Servus, also wegen nem Ghost-Shop würd ich mal hier suchen.
http://www.ghost-bikes.com/2006/dealers.php
Wegen nem älteren Ghost würd ich entweder im Internet nachschauen oder bei verschiedenen Ghost-Händlern nachfragen oder eben direkt bei Ghost in Waldsassen.
Viel glück beim suchen


----------



## MTB-News.de




----------



## hunty (6. Mai 2006)

Auf der Ghost Homepage unter dealer ist eben keiner verzeichnet, aber ich bin mir relativ sicher, schon von einem Shop in BT gehört zu haben.


----------



## SahnebrotRider (7. Mai 2006)

hunty schrieb:
			
		

> ... aber ich bin mir relativ sicher, schon von einem Shop in BT gehört zu haben.



Ausgeschlossen.


----------



## hunty (7. Mai 2006)

Wieso ausgeschlossen? Hier in Bt hab ich schon ein paar mit Ghost rumfahren sehen, und ich glaub nicht, dass die sich alle ihre bikes ausm i-net geholt haben. Aber gut, kann natürlich sein, ich glaub ich hoffe einfach zu stark


----------



## Dirt_schnitzl (7. Mai 2006)

In Bt gibts definitiv keinen Ghosthändler....


----------



## hunty (8. Mai 2006)

Hmm ok, habt Ihr dann viell. ein paar gute Seiten parat, wo ich mir ein dual pro über internet kaufen kann?

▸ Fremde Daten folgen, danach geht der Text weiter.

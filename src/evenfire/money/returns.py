"""What an alternative earns against the reference: net saving, ratio and rates of return."""

from __future__ import annotations

from dataclasses import dataclass

import numpy as np
from numpy.typing import NDArray

from evenfire.money.cash_flow import CashFlow
from evenfire.money.compare import yearly_saving
from evenfire.money.payback import CHEAP_BUT_DEAR, NEVER, ROUNDING, SAME, SAVES_AT_ONCE
from evenfire.money.rate_of_return import internal_rates_of_return, modified_rate_of_return
from evenfire.money.yearly_costs import discount_factors

FloatArray = NDArray[np.float64]

NO_RATE = "no rate of return: the net saving has one sign at every rate"
SEVERAL_RATES = "several rates of return: compare net present costs"
LOAN_RATE = "the rate is that of a loan: good while it lies below the discount rate"
TOUCHES_ZERO = "the net saving only touches zero at this rate and has one sign around it"
NO_EXTRA_INVESTMENT = "no extra investment over the life"
NO_RUNNING_SAVING = "no saving in running costs"


@dataclass(frozen=True, slots=True, kw_only=True)
class InternalRates:
    """Internal rates of return, all of them, and what they mean."""

    rates: tuple[float, ...]
    """Per year, on the basis of the cash flows, rising [1]."""
    note: str
    """Empty where there is one rate and it means what readers expect."""

    @property
    def rate(self) -> float | None:
        """The internal rate of return [1]; None unless there is one and it needs no reserve."""
        return self.rates[0] if not self.note else None


@dataclass(frozen=True, slots=True, kw_only=True)
class Returns:
    """Measures of an alternative against the reference."""

    net_saving: float
    """Present cost of the reference less that of the alternative [currency]."""
    internal: InternalRates
    modified_rate: float | None
    """Modified internal rate of return [1]; None without an outlay or without a saving."""
    savings_to_investment: float | None
    """Present saving in running costs over present extra investment [1]; None with a note."""
    adjusted_rate: float | None
    """Adjusted internal rate of return [1]; None with a note."""
    ratio_note: str
    """Why there is no ratio or adjusted rate; empty where both stand."""


def returns(reference: CashFlow, alternative: CashFlow) -> Returns:
    """Net saving, savings-to-investment ratio and rates of return against the reference.

    For a report's table beside the net present cost, which alone ranks alternatives that exclude
    each other. Extra investment is everything of `CashFlow.yearly_capital`: purchase, replacements,
    less residual value and grants. With running saving S and extra investment I of each year,
    ``ratio = sum(S v**n) / sum(I v**n)`` at the discount rate and ``adjusted rate =
    (sum(S (1 + reinvestment) ** (N - n)) / sum(I v**n)) ** (1 / N) - 1``, which is
    ``(1 + d) ratio ** (1 / N) - 1`` where savings are reinvested at the discount rate d.

    Parameters
    ----------
    reference, alternative : CashFlow
        Costs under the same finance.

    Returns
    -------
    Returns
        Numbers where they mean something, notes where they do not.

    Raises
    ------
    MoneyError
        M108 if the two cash flows are not on the same basis.

    References
    ----------
    10 CFR 436.20 (net savings), 436.21 (savings-to-investment ratio) and 436.22 (adjusted internal
    rate of return); Fuller and Petersen, NIST Handbook 135, 1996 edition.

    Examples
    --------
    >>> from evenfire.money.terms import Finance
    >>> finance = Finance(
    ...     currency="EUR", price_date="2026-10", horizon_years=15, discount_rate=0.03, rate_basis="real"
    ... )
    >>> today = CashFlow(finance=finance, lines={"fuel": np.array([0.0] + 15 * [60_000.0])})
    >>> storage = CashFlow(
    ...     finance=finance,
    ...     lines={
    ...         "investment": np.array([100_000.0] + 15 * [0.0]),
    ...         "fuel": np.array([0.0] + 15 * [35_000.0]),
    ...     },
    ... )
    >>> result = returns(today, storage)
    >>> result.savings_to_investment, result.adjusted_rate
    (2.984484, 0.107886)
    """
    saving = yearly_saving(reference, alternative)
    finance = reference.finance
    reinvestment = finance.discount_rate if finance.reinvestment_rate is None else finance.reinvestment_rate
    noise = ROUNDING * float(np.abs(reference.yearly_total).sum() + np.abs(alternative.yearly_total).sum())
    saving = np.where(np.abs(saving) <= noise, 0.0, saving)
    factors = discount_factors(finance)
    running_saving = reference.yearly_running - alternative.yearly_running
    investment = float(factors @ (alternative.yearly_capital - reference.yearly_capital))
    ratio, adjusted, ratio_note = None, None, ""
    if investment <= noise:
        ratio_note = NO_EXTRA_INVESTMENT
    else:
        ratio = float(factors @ running_saving) / investment
        years_to_end = finance.horizon_years - np.arange(finance.horizon_years + 1)
        end_value = float(running_saving @ (1.0 + reinvestment) ** years_to_end)
        if end_value > 0.0:
            adjusted = (end_value / investment) ** (1.0 / finance.horizon_years) - 1.0
        else:
            ratio_note = NO_RUNNING_SAVING
    return Returns(
        net_saving=float(factors @ saving),
        internal=_internal_rates(saving),
        modified_rate=modified_rate_of_return(saving, finance.discount_rate, reinvestment),
        savings_to_investment=ratio,
        adjusted_rate=adjusted,
        ratio_note=ratio_note,
    )


def _internal_rates(saving: FloatArray) -> InternalRates:
    moving = saving[saving != 0.0]
    rates = internal_rates_of_return(saving)
    if moving.size == 0:
        note = SAME
    elif np.all(moving > 0.0):
        note = SAVES_AT_ONCE
    elif np.all(moving < 0.0):
        note = NEVER
    elif not rates:
        note = NO_RATE
    elif len(rates) > 1:
        note = SEVERAL_RATES
    elif moving[0] * moving[-1] > 0.0:
        note = TOUCHES_ZERO
    elif moving[0] > 0.0:
        note = f"{CHEAP_BUT_DEAR}: {LOAN_RATE}"
    else:
        note = ""
    return InternalRates(rates=rates, note=note)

Die Modelle vor 2006 werden da dann wohl nur schwer zu finden sein, denke ich, aber was soll's.


----------



## Supah Gee (8. Mai 2006)

Ghost kommt doch aus Waldsasssen.....is doch net so weit von BT!
Und in Hof und Marktredwitz gibts auch shops


----------



## LB Jörg (9. Mai 2006)

In Mak beim Fabry.....zumindest gabs die da mal.
Und in Fichtelberg der, der müßte mittlerweile auch Geist haben. Weiß ich aber net ganz genau.

G.


----------



## hackbert67 (2. Juni 2006)

es gibt in bayreuth einen ghost händler
bismarckstr. 53 
bei hoyler kurt
ist daheim wenn der bus mit dem ghost aufkleber dasteht


----------